■ EXERCISE AIM ■
Your task is to output the data exactly as it stands.

Content starts

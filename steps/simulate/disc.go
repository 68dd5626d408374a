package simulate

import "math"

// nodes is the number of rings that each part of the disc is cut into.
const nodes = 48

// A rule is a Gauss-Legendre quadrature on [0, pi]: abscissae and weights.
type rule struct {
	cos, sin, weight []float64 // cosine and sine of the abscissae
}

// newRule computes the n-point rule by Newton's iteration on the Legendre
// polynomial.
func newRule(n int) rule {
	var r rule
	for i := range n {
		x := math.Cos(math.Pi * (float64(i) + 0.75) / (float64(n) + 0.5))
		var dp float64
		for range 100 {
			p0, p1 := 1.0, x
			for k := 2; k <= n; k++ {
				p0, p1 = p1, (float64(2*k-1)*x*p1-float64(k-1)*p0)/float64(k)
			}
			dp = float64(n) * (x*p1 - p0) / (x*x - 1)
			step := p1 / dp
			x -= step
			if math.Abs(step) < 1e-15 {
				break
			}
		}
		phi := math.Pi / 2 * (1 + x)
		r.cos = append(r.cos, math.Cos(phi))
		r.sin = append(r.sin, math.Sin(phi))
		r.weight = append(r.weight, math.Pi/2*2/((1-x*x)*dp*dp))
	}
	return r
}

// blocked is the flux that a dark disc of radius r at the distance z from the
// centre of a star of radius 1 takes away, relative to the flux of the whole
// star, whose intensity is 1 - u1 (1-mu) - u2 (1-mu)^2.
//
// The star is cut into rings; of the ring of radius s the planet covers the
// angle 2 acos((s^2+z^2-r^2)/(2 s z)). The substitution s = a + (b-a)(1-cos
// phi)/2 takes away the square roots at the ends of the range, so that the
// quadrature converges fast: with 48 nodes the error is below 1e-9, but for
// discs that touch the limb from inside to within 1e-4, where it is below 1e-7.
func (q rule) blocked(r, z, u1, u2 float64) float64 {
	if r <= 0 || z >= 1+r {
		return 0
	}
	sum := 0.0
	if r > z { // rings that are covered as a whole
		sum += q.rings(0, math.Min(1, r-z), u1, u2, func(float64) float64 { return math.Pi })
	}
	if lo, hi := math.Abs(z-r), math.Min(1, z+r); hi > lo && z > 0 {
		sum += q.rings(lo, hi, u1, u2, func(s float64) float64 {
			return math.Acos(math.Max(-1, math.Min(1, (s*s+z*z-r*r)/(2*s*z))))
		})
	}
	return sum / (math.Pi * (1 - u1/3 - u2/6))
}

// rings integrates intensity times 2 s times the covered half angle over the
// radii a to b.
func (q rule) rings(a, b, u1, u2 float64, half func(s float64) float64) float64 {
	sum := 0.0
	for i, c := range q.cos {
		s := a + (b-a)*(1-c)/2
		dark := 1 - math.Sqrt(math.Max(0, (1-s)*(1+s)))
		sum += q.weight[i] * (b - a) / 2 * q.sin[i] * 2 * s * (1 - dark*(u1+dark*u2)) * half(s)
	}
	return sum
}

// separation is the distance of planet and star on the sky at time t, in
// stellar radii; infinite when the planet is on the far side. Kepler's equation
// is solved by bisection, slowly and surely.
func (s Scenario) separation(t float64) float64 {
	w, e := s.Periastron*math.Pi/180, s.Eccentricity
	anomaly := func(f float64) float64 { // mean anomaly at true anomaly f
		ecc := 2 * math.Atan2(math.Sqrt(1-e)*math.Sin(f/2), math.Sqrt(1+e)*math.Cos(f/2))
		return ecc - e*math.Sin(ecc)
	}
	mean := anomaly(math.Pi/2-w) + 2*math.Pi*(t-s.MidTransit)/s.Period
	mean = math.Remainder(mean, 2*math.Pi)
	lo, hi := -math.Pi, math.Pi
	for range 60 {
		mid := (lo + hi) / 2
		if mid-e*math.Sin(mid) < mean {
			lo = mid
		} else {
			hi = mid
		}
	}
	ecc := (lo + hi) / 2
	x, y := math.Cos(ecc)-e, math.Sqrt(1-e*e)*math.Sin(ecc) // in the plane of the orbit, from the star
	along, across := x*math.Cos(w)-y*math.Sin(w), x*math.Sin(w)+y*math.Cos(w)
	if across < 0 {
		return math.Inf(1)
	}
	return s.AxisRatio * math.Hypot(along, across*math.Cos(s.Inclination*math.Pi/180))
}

Content ends

■ OUTPUT FOR THIS TASK ■
filename steps/simulate/disc.go
repository 68dd5626d408374a
package simulate

import "math"

// nodes is the number of rings that each part of the disc is cut into.
const nodes = 48

// A rule is a Gauss-Legendre quadrature on [0, pi]: abscissae and weights.
type rule struct {
	cos, sin, weight []float64 // cosine and sine of the abscissae
}

// newRule computes the n-point rule by Newton's iteration on the Legendre
// polynomial.
func newRule(n int) rule {
	var r rule
	for i := range n {
		x := math.Cos(math.Pi * (float64(i) + 0.75) / (float64(n) + 0.5))
		var dp float64
		for range 100 {
			p0, p1 := 1.0, x
			for k := 2; k <= n; k++ {
				p0, p1 = p1, (float64(2*k-1)*x*p1-float64(k-1)*p0)/float64(k)
			}
			dp = float64(n) * (x*p1 - p0) / (x*x - 1)
			step := p1 / dp
			x -= step
			if math.Abs(step) < 1e-15 {
				break
			}
		}
		phi := math.Pi / 2 * (1 + x)
		r.cos = append(r.cos, math.Cos(phi))
		r.sin = append(r.sin, math.Sin(phi))
		r.weight = append(r.weight, math.Pi/2*2/((1-x*x)*dp*dp))
	}
	return r
}

// blocked is the flux that a dark disc of radius r at the distance z from the
// centre of a star of radius 1 takes away, relative to the flux of the whole
// star, whose intensity is 1 - u1 (1-mu) - u2 (1-mu)^2.
//
// The star is cut into rings; of the ring of radius s the planet covers the
// angle 2 acos((s^2+z^2-r^2)/(2 s z)). The substitution s = a + (b-a)(1-cos
// phi)/2 takes away the square roots at the ends of the range, so that the
// quadrature converges fast: with 48 nodes the error is below 1e-9, but for
// discs that touch the limb from inside to within 1e-4, where it is below 1e-7.
func (q rule) blocked(r, z, u1, u2 float64) float64 {
	if r <= 0 || z >= 1+r {
		return 0
	}
	sum := 0.0
	if r > z { // rings that are covered as a whole
		sum += q.rings(0, math.Min(1, r-z), u1, u2, func(float64) float64 { return math.Pi })
	}
	if lo, hi := math.Abs(z-r), math.Min(1, z+r); hi > lo && z > 0 {
		sum += q.rings(lo, hi, u1, u2, func(s float64) float64 {
			return math.Acos(math.Max(-1, math.Min(1, (s*s+z*z-r*r)/(2*s*z))))
		})
	}
	return sum / (math.Pi * (1 - u1/3 - u2/6))
}

// rings integrates intensity times 2 s times the covered half angle over the
// radii a to b.
func (q rule) rings(a, b, u1, u2 float64, half func(s float64) float64) float64 {
	sum := 0.0
	for i, c := range q.cos {
		s := a + (b-a)*(1-c)/2
		dark := 1 - math.Sqrt(math.Max(0, (1-s)*(1+s)))
		sum += q.weight[i] * (b - a) / 2 * q.sin[i] * 2 * s * (1 - dark*(u1+dark*u2)) * half(s)
	}
	return sum
}

// separation is the distance of planet and star on the sky at time t, in
// stellar radii; infinite when the planet is on the far side. Kepler's equation
// is solved by bisection, slowly and surely.
func (s Scenario) separation(t float64) float64 {
	w, e := s.Periastron*math.Pi/180, s.Eccentricity
	anomaly := func(f float64) float64 { // mean anomaly at true anomaly f
		ecc := 2 * math.Atan2(math.Sqrt(1-e)*math.Sin(f/2), math.Sqrt(1+e)*math.Cos(f/2))
		return ecc - e*math.Sin(ecc)
	}
	mean := anomaly(math.Pi/2-w) + 2*math.Pi*(t-s.MidTransit)/s.Period
	mean = math.Remainder(mean, 2*math.Pi)
	lo, hi := -math.Pi, math.Pi
	for range 60 {
		mid := (lo + hi) / 2
		if mid-e*math.Sin(mid) < mean {
			lo = mid
		} else {
			hi = mid
		}
	}
	ecc := (lo + hi) / 2
	x, y := math.Cos(ecc)-e, math.Sqrt(1-e*e)*math.Sin(ecc) // in the plane of the orbit, from the star
	along, across := x*math.Cos(w)-y*math.Sin(w), x*math.Sin(w)+y*math.Cos(w)
	if across < 0 {
		return math.Inf(1)
	}
	return s.AxisRatio * math.Hypot(along, across*math.Cos(s.Inclination*math.Pi/180))
}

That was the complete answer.